But looks like most of my observations are not worth much, because the IFP was not set correctly. I had same problem as described here:

http://forums.mtbr.com/shocks-suspe...e-2013-monarch-rt3-how-do-you-set-948980.html

Every time I removed the adapter I lost some air. I was running low random IFP pressures. Drilled the adapter so that it disconnects without loss of pressure. I will try it tomorrow.


----------



## Hsal (May 23, 2015)

arnea said:


> I tried two stacks:
> 
> piston
> 22x.15x3
> ...


I was just wandering if your impression of the lighter CP stack could have been affected by the fact that both of your main stacks where softer then the stock med tune HSC stack. Just think it would be a good test to try the lighter CP stack with your present main stack or maybe even something a little stiffer. Right now my main stack is just a hair lighter then your present stack. I'm running it with a way lighter CP stack, which is probable to light for you. I'm in the process of upping the stiffness of my main stack, but leaving my CP stack alone. 
Last night I was playing around with IFP pressure, I have been running mine at 205 psi. I upped it to 250 just to feel the difference. I made no other changes and noticed that with the higher IFP pressure the shock felt harsher and rebound felt faster. I slowly worked my way back down to 205 psi. I'm not saying that pressure would be right for you, just passing on the observation.


----------



## Hsal (May 23, 2015)

Right now I have 2 main stack changes I'm considering. One would be a stiff straight stack.
Piston 
8ea 22x.15
1ea 22x.2

The second would be a light threshold stiff pre-loaded stack.
Piston 
5ea 22 x.15
1ea 22 x.2
1ea 19c x.2
1ea 22r x.4
1ea 22 x.15

Both stacks are about the same in overall stiffness, just the second has a small threshold.


----------



## Hsal (May 23, 2015)

ktm520 said:


> Quick update on this tune:
> 
> I've been bouncing back and forth between this comp stack and one with that is a single .1 shim softer. The former has better lsc but hsc is a little firm. The softer stack lacks a little lsc but is really good on hsc. This is were some testing with the cp stack might optimize the softer stack but I need to move over to the reb and work on it.
> 
> ...


Curious to hear about your observations on the changes you made to the reb CP. I to felt the stock reb CP pre-loaded stack was to fast. I am presently running this with good results. It has less threshold, but is ultimately stiffer than the stock med tune HSR stack.

3ea 16x.1

3ea 19x.1 
CP 
Spacers

1ea 19x.15

1ea 16cx.15
1ea 19rx.3
4ea 19x.15
Piston


----------



## Hsal (May 23, 2015)

arnea said:


> I tried two stacks:
> 
> piston
> 22x.15x3
> ...


Are you using the stock shredder valve,valve core. The stock one from rock shox has a little shorter needle then most of the replacement ones I found locally. If the needle is taller the adapter will still be holding it open after the o-ring unseats.


----------



## arnea (Feb 21, 2010)

Hsal said:


> Are you using the stock shredder valve,valve core. The stock one from rock shox has a little shorter needle then most of the replacement ones I found locally. If the needle is taller the adapter will still be holding it open after the o-ring unseats.

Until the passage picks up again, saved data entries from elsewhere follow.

package server

import (
	"cmp"
	"net/http"
	"net/url"

	"github.com/labstack/echo/v4"

	"tripwell/forms"
	"tripwell/store"
)

// plansPage lists what is tested how often, for the organisation and where sites have plans of their own.
type plansPage struct {
	Frame
	Crumbs        []link
	Heading, Lead string
	Unworked      string
	Actions       []link
	Groups        []planGroup
}

type planGroup struct {
	Name string
	Rows []planRow
}

// planPage shows one plan as it stands, with every revision of it.
type planPage struct {
	Frame
	Crumbs         []link
	Heading, Under string
	Actions        []link
	Facts          []planFact
	Marks          []markRow
	Revisions      []planRevision
}

type planFact struct{ Name, Value string }

// markRow is a mark with the days it is put on.
type markRow struct {
	Word, Colour, Days string
	Now                bool
}

type planRevision struct{ Number, InForce, Every, By, Reason string }

func (s *Server) plansShow(c echo.Context) error {
	k := s.ink()
	view := plansPage{Frame: s.frame(c, k.say("plans.title"), "set-up"), Crumbs: []link{{Href: "/set-up", Text: k.say("office.setup.title")}}, Lead: k.say("plans.list_lead")}
	if view.Change {
		view.Actions = []link{{Href: "/plans/new", Text: k.say("plans.new"), Here: true}}
	}
	err := s.store.View(scope(c), func(v *store.View) error {
		sites, err := v.Sites()
		if err != nil {
			return err
		}
		if v.Unfinished() > 0 {
			view.Unworked = k.say("plans.unworked")
		}
		total := 0
		for _, site := range append([]store.Site{{Name: k.say("config.everywhere")}}, sites...) {
			all, err := v.PlanRevisions(site.ID, "")
			if err != nil {
				return err
			}
			g := planGroup{Name: site.Name}
			for _, r := range newestRevisions(all) {
				g.Rows = append(g.Rows, s.planRow(r.Plan, site.ID))
			}
			if total += len(g.Rows); len(g.Rows) > 0 {
				view.Groups = append(view.Groups, g)
			}
		}
		view.Heading = k.say("plans.heading", "n", total)
		return nil
	})
	if err != nil {
		return err
	}
	return s.page(c, http.StatusOK, "plans.html", view)
}

func planHref(id, site string) string {
	href := "/plans/" + url.PathEscape(id)
	if site != "" {
		href += "?site=" + url.QueryEscape(site)
	}
	return href
}

// planName names a plan: as its users call it, else as the catalogue does.
func (s *Server) planName(p *forms.Plan) string {
	k := s.ink()
	if name := cmp.Or(p.Name, k.named("plan", p.ID)); name != p.ID {
		return name
	}
	return k.named("task", p.Task)
}

// planNow reads the newest revision of a plan and all of them, of the site asked for or of the organisation.
func (s *Server) planNow(c echo.Context) (all []store.Revision, site store.Site, err error) {
	err = s.store.View(scope(c), func(v *store.View) error {
		if id := cmp.Or(c.QueryParam("site"), c.FormValue("site")); id != "" {
			if site, err = v.Site(id); err != nil {
				return err
			}
		}
		if all, err = v.PlanRevisions(site.ID, c.Param("plan")); err == nil && len(all) == 0 && site.ID != "" {
			all, err = v.PlanRevisions("", c.Param("plan")) // its first revision at the site begins with the organisation's
		}
		if err == nil && len(all) == 0 {
			err = refuse(codeNotFound, "", s.words.Say("plans.unknown"))
		}
		return err
	})
	return all, site, err
}

func (s *Server) planShow(c echo.Context) error {
	all, site, err := s.planNow(c)
	if err != nil {
		return err
	}
	k, p, today := s.ink(), newestRevisions(all)[0].Plan, forms.DayOf(s.store.Now())
	view := planPage{Frame: s.frame(c, s.planName(p), "set-up"), Heading: s.planName(p),
		Crumbs: []link{{Href: "/set-up", Text: k.say("office.setup.title")}, {Href: "/plans", Text: k.say("plans.title")}},
		Under:  k.say("plans.under", "where", lowerFirst(cmp.Or(site.Name, k.say("config.everywhere"))), "every", s.every(p)), Facts: s.planFacts(p)}
	if p.Marks != nil {
		view.Marks = s.markRows(p.Marks, today)
	}
	if view.Change {
		view.Actions = []link{{Href: "/plans/" + url.PathEscape(p.ID) + "/edit?site=" + url.QueryEscape(site.ID), Text: k.say("plans.change"), Here: true}}
	}
	if p.Marks != nil {
		view.Actions = append(view.Actions, link{Href: "/plans/" + url.PathEscape(p.ID) + "/marks?site=" + url.QueryEscape(site.ID), Text: k.say("plans.marks_open")})
	}
	err = s.store.View(scope(c), func(v *store.View) error {
		for i := len(all) - 1; i >= 0; i-- {
			r := all[i]
			view.Revisions = append(view.Revisions, planRevision{count(r.Revision), s.sinceWhen(r.InForce), s.every(r.Plan), cmp.Or(v.PersonName(r.By), k.say("plans.shipped")), r.Reason})
		}
		return nil
	})
	if err != nil {
		return err
	}
	return s.page(c, http.StatusOK, "plan.html", view)
}

// sinceWhen writes the day a rule came into force; what the program ships has no beginning people could name.
func (s *Server) sinceWhen(d forms.Day) string {
	if d <= forms.Date(1900, 1, 1) {
		return s.words.Say("plans.always")
	}
	return s.ink().day(d)
}

// planFacts says what a plan asks for, member by member.
func (s *Server) planFacts(p *forms.Plan) []planFact {
	k := s.ink()
	fact := func(key, value string) planFact { return planFact{k.say("plans.fact." + key), value} }
	facts := []planFact{fact("task", k.named("task", p.Task)), fact("kinds", s.kinds(p.Kinds)), fact("duty", k.say("plans.duty."+p.Duty))}
	if p.Grace != "" {
		facts = append(facts, fact("grace", s.durationWords(p.Grace)))
	}
	lead := k.say("plans.lead_period")
	switch {
	case p.Lead != "":
		lead = k.say("plans.lead_before", "n", s.durationWords(p.Lead))
	case p.Duty == forms.NotToExceed:
		lead = k.say("plans.lead_before", "n", k.say("office.every.d", "n", 31))
	}
	facts = append(facts, fact("lead", lead))
	start := forms.Start{}
	if p.Start != nil {
		start = *p.Start
	}
	for _, one := range []struct{ way, text string }{{forms.New, start.New}, {forms.Replaced, start.Replaced}, {forms.Imported, start.Imported}} {
		facts = append(facts, fact(one.way, s.firstDate(one.text)))
	}
	if f := p.FirstRound; f != nil {
		facts = append(facts, fact("first_round", k.say("plans.first_round", "from", k.day(f.From), "n", s.durationWords(f.Within))))
	}
	return append(facts, fact("occasions", s.occasionWords(p)), fact("source", p.Source))
}

func (s *Server) firstDate(duration string) string {
	i, err := forms.ParseInterval(duration)
	switch {
	case duration == "" || err != nil:
		return s.words.Say("plans.first.interval")
	case i.Zero():
		return s.words.Say("plans.first.before")
	}
	return s.words.Say("plans.first.within", "n", s.interval(i))
}

func (s *Server) durationWords(duration string) string {
	i, err := forms.ParseInterval(duration)
	if err != nil {
		return duration
	}
	return s.interval(i)
}

// occasionWords names the causes a plan answers to, with the time they leave.
func (s *Server) occasionWords(p *forms.Plan) string {
	k := s.ink()
	var said []string
	for _, cause := range forms.Causes() {
		if within, ok := p.Answers(cause); ok {
			text := k.say("plans.cause." + cause)
			if !within.Zero() {
				text = k.say("plans.cause_within", "cause", text, "n", s.interval(within))
			}
			said = append(said, text)
		}
	}
	if len(said) == 0 {
		return k.say("plans.cause_none")
	}
	return joined(said...)
}

// markRows lists the marks of a plan from the one put on now.
func (s *Server) markRows(m *forms.Marks, today forms.Day) (rows []markRow) {
	k := s.ink()
	p, ok := m.On(today)
	for i := 0; ok && i < len(m.List); i++ {
		rows = append(rows, markRow{p.Word, p.Colour, k.say("plans.mark_days", "from", k.day(p.From), "until", k.day(p.Until)), i == 0})
		p = m.After(p)
	}
	return rows
}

It is the stock schrader valve, but the needle was too long for the stock adapter. I tried the 300 psi IFP pressure and the shock felt harsher. I will try lower pressures next and then decide what to do.


----------



## Hsal (May 23, 2015)

arnea said:


> It is the stock schrader valve, but the needle was too long for the stock adapter. I tried the 300 psi IFP pressure and the shock felt harsher. I will try lower pressures next and then decide what to do.


Factory calls for 350psi, that feels horrible. The other night I noticed a harshness difference going from my preferred psi of 205 back up to 250. 
I then stepped back down about 10 psi at a time back to 205 and noticed how the harshness went away.


----------



## Hsal (May 23, 2015)

What was unexpected was how it affected the rebound. I had to lower the exterior reb knob a click or two to get reb to feel the same as it had with the lower IFP. As I got back to 205 I was able to return to its previous setting.


----------



## Hsal (May 23, 2015)

I was curious to see if anyone had an idea of how many, under F-Max in the restackor program, kilograms of force one could expect to be applied to the shims by the force of the fluid. The reason I'm asking is after making the main stack stiffer with more shims I had to remove some of the spacers. After installing the stock main and CP stacks, along with the stock spacers in to restackor program. I noticed how at a 19.75 kgf the main stack starts to interact with the CP and CP shims. My real concern is whether are not I should order some thicker shim to keep the stack stiffness the same, but lower the stack height. By doing that I could return the spacers between CP stack and Main stack back to stock. If the force never gets that high then it should be fine, but if it does then the main and CP stack could collide causing the upper part of the curve to resemble an orifice damper that as gone into saturation. Just seeing the affect on restackor and not sure if I should be worried about it. Thanks.


----------



## Hsal (May 23, 2015)

Hsal said:


> I was curious to see if anyone had an idea of how many, under F-Max in the restackor program, kilograms of force one could expect to be applied to the shims by the force of the fluid. The reason I'm asking is after making the main stack stiffer with more shims I had to remove some of the spacers. After installing the stock main and CP stacks, along with the stock spacers in to restackor program. I noticed how at a 19.75 kgf the main stack starts to interact with the CP and CP shims. My real concern is whether are not I should order some thicker shim to keep the stack stiffness the same, but lower the stack height. By doing that I could return the spacers between CP stack and Main stack back to stock. If the force never gets that high then it should be fine, but if it does then the main and CP stack could collide causing the upper part of the curve to resemble an orifice damper that as gone into saturation. Just seeing the affect on restackor and not sure if I should be worried about it. Thanks.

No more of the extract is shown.